▶ _What you are asked to do_: Using the entries below, copy out all lines where "elements" is found.

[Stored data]
using System.Globalization;
using System.Text;
using YamlDotNet.RepresentationModel;

namespace Helipol.Design;

/// <summary>
/// Reads and writes calibration files (YAML): <c>material_set</c>, <c>loading_factor</c> (the factor
/// on the coating's added inductance), <c>fitted_by</c>, <c>design</c>, <c>source</c>. Only
/// <c>loading_factor</c> is required.
/// </summary>
public static class CalibrationFile
{
    /// <summary>The keys a calibration file may hold, in the order <see cref="Write"/> writes them.</summary>
    public static readonly IReadOnlyList<string> Keys = new[] { "material_set", "loading_factor", "fitted_by", "design", "source",
        "added_inductance_h_per_m", "residual", "factor_low", "factor_high", "data" };

    /// <param name="shownAs">the path as the design wrote it (kept in the result's source line)</param>
    /// <param name="shownInErrors">the path error lines start with, so a user can open it from where helipol ran</param>
    public static CoatingCalibration Read(string path, string? shownAs = null, string? shownInErrors = null)
    {
        string shown = shownInErrors ?? shownAs ?? path;
        var yaml = new YamlStream();
        try
        {
            using var reader = new StreamReader(path, Encoding.UTF8);
            yaml.Load(reader);
        }
        catch (YamlDotNet.Core.YamlException ex)
        {
            throw new CalibrationException($"{shown}:{ex.Start.Line}:{ex.Start.Column}: calibration: found text that is not YAML, allowed a mapping of calibration keys");
        }
        if (yaml.Documents.Count == 0 || yaml.Documents[0].RootNode is not YamlMappingNode root)
            throw new CalibrationException($"{shown}:1:1: calibration: found no mapping, allowed a mapping with loading_factor");
        // A misspelt key (loading_facter) would otherwise be ignored and the built-in factor used
        // without a word; every key must be one this reader knows.
        foreach (var key in root.Children.Keys)
            if (key is not YamlScalarNode { Value: { } name } || !Keys.Contains(name))
                throw new CalibrationException($"{shown}:{key.Start.Line}:{key.Start.Column}: calibration: found key '{(key as YamlScalarNode)?.Value ?? key.ToString()}', allowed {string.Join(", ", Keys)}");
        string? Text(string key) => root.Children.TryGetValue(new YamlScalarNode(key), out var n) && n is YamlScalarNode s ? s.Value : null;
        if (!root.Children.TryGetValue(new YamlScalarNode("loading_factor"), out var factorNode))
            throw new CalibrationException($"{shown}:{root.Start.Line}:{root.Start.Column}: loading_factor: found nothing, allowed a number ≥ 0");
        var written = (factorNode as YamlScalarNode)?.Value;
        if (!double.TryParse(written, NumberStyles.Float, CultureInfo.InvariantCulture, out var factor) || !double.IsFinite(factor) || factor < 0 || factor > 1000)
            throw new CalibrationException($"{shown}:{factorNode.Start.Line}:{factorNode.Start.Column}: loading_factor: found '{written}', allowed a number from 0 to 1000");
        return new CoatingCalibration(Text("material_set") ?? "unnamed", factor, Text("fitted_by") ?? "not stated", Text("design"),
            Text("source") ?? $"calibration file {shownAs ?? path}");
    }

    /// <summary>The file text: comments say what the number means; no timestamp, so the same fit gives the same bytes.</summary>
    public static string Write(CoatingCalibration c, MeasurementFitResult? fit = null, IReadOnlyList<(string File, string Sha256)>? data = null)
    {
        var s = new StringBuilder();
        s.Append("# helipol calibration: a factor on the added inductance of the dielectric around the elements\n");
        s.Append("# (field-solved cross-section, Design/Loading). Reference it from a design with\n");
        s.Append("# `calibration: <path to this file>`.\n");
        s.Append("material_set: ").Append(Quote(c.MaterialSet)).Append('\n');
        s.Append("loading_factor: ").Append(c.Factor.ToString("0.####", CultureInfo.InvariantCulture)).Append('\n');
        s.Append("fitted_by: ").Append(Quote(c.FittedBy)).Append('\n');
        if (c.FromDesign is { } d) s.Append("design: ").Append(Quote(d)).Append('\n');
        s.Append("source: ").Append(Quote(c.Source)).Append('\n');
        if (fit is not null)
        {
            // What the fit means for this design's elements, how well it fits, and how far it is pinned down.
            s.Append("added_inductance_h_per_m: ").Append(fit.AddedInductanceHPerM.ToString("0.####e0", CultureInfo.InvariantCulture)).Append('\n');
            s.Append("residual: ").Append(fit.Residual.ToString("0.#####", CultureInfo.InvariantCulture)).Append('\n');
            s.Append("factor_low: ").Append(fit.FactorLow.ToString("0.####", CultureInfo.InvariantCulture)).Append('\n');
            s.Append("factor_high: ").Append(fit.FactorHigh.ToString("0.####", CultureInfo.InvariantCulture)).Append('\n');
        }
        if (data is { Count: > 0 })
        {
            s.Append("data:\n");
            foreach (var (file, sha) in data) s.Append("  - { file: ").Append(Quote(file)).Append(", sha256: ").Append(Quote(sha)).Append(" }\n");
        }
        return s.ToString();
    }

    private static string Quote(string text) => "\"" + text.Replace("\\", "\\\\").Replace("\"", "\\\"") + "\"";
}

/// <summary>A calibration file that cannot be used; the message is one line with file:line:column.</summary>
public sealed class CalibrationException(string message) : Exception(message);
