using System.Globalization;

namespace Helipol.Design;

/// <summary>One spin reading: the axial ratio at a frequency, dB (max − min while a linear source rotates).</summary>
public sealed record SpinPoint(double FrequencyHz, double AxialRatioDb, int Line);

/// <summary>
/// Reads a spin-test CSV: header <c>frequency_mhz,level_min_db,level_max_db</c>, then one row per
/// frequency. Rotating a linearly polarized source in front of the antenna, the received level
/// swings between the ellipse's minor and major axes, so max − min is the axial ratio
/// (IEEE Std 145, the polarization ellipse; the rotating-source method is the usual quick test).
/// </summary>
public static class SpinReadings
{
    public const string Header = "frequency_mhz,level_min_db,level_max_db";

    public static IReadOnlyList<SpinPoint> Read(string path, string shownAs)
    {
        string[] lines;
        try { lines = File.ReadAllLines(path); }
        catch (Exception ex) when (ex is IOException or UnauthorizedAccessException) { throw new CalibrationException($"{shownAs}:1:1: found a file that cannot be read, allowed a CSV with header {Header}"); }
        var points = new List<SpinPoint>();
        bool header = false;
        for (int i = 0; i < lines.Length; i++)
        {
            int lineNo = i + 1;
            var text = lines[i].Trim();
            if (text.Length == 0 || text.StartsWith('#')) continue;
            if (!header)
            {
                if (!string.Equals(text.Replace(" ", ""), Header, StringComparison.OrdinalIgnoreCase))
                    throw new CalibrationException($"{shownAs}:{lineNo}:1: header: found '{text}', allowed '{Header}'");
                header = true;
                continue;
            }
            var parts = text.Split(',');
            if (parts.Length != 3) throw new CalibrationException($"{shownAs}:{lineNo}:1: found {parts.Length} values, allowed 3 ({Header})");
            var v = new double[3];
            int col = 1;
            for (int k = 0; k < 3; k++)
            {
                if (!double.TryParse(parts[k].Trim(), NumberStyles.Float, CultureInfo.InvariantCulture, out v[k]) || !double.IsFinite(v[k]))
                    throw new CalibrationException($"{shownAs}:{lineNo}:{col}: found '{parts[k].Trim()}', allowed a number");
                col += parts[k].Length + 1;
            }
            if (v[2] < v[1]) throw new CalibrationException($"{shownAs}:{lineNo}:1: level_max_db: found {v[2]} below level_min_db {v[1]}, allowed max ≥ min");
            points.Add(new SpinPoint(v[0] * 1e6, v[2] - v[1], lineNo));
        }
        if (!header) throw new CalibrationException($"{shownAs}:1:1: found no header, allowed a CSV with header {Header}");
        if (points.Count < Touchstone.MinimumPoints)
            throw new CalibrationException($"{shownAs}:{Math.Max(1, lines.Length)}:1: found {points.Count} data points, allowed at least {Touchstone.MinimumPoints}");
        return points;
    }
}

▶ _Result of this exercise_:
        s.Append("# helipol calibration: a factor on the added inductance of the dielectric around the elements\n");
            // What the fit means for this design's elements, how well it fits, and how far it is pinned down.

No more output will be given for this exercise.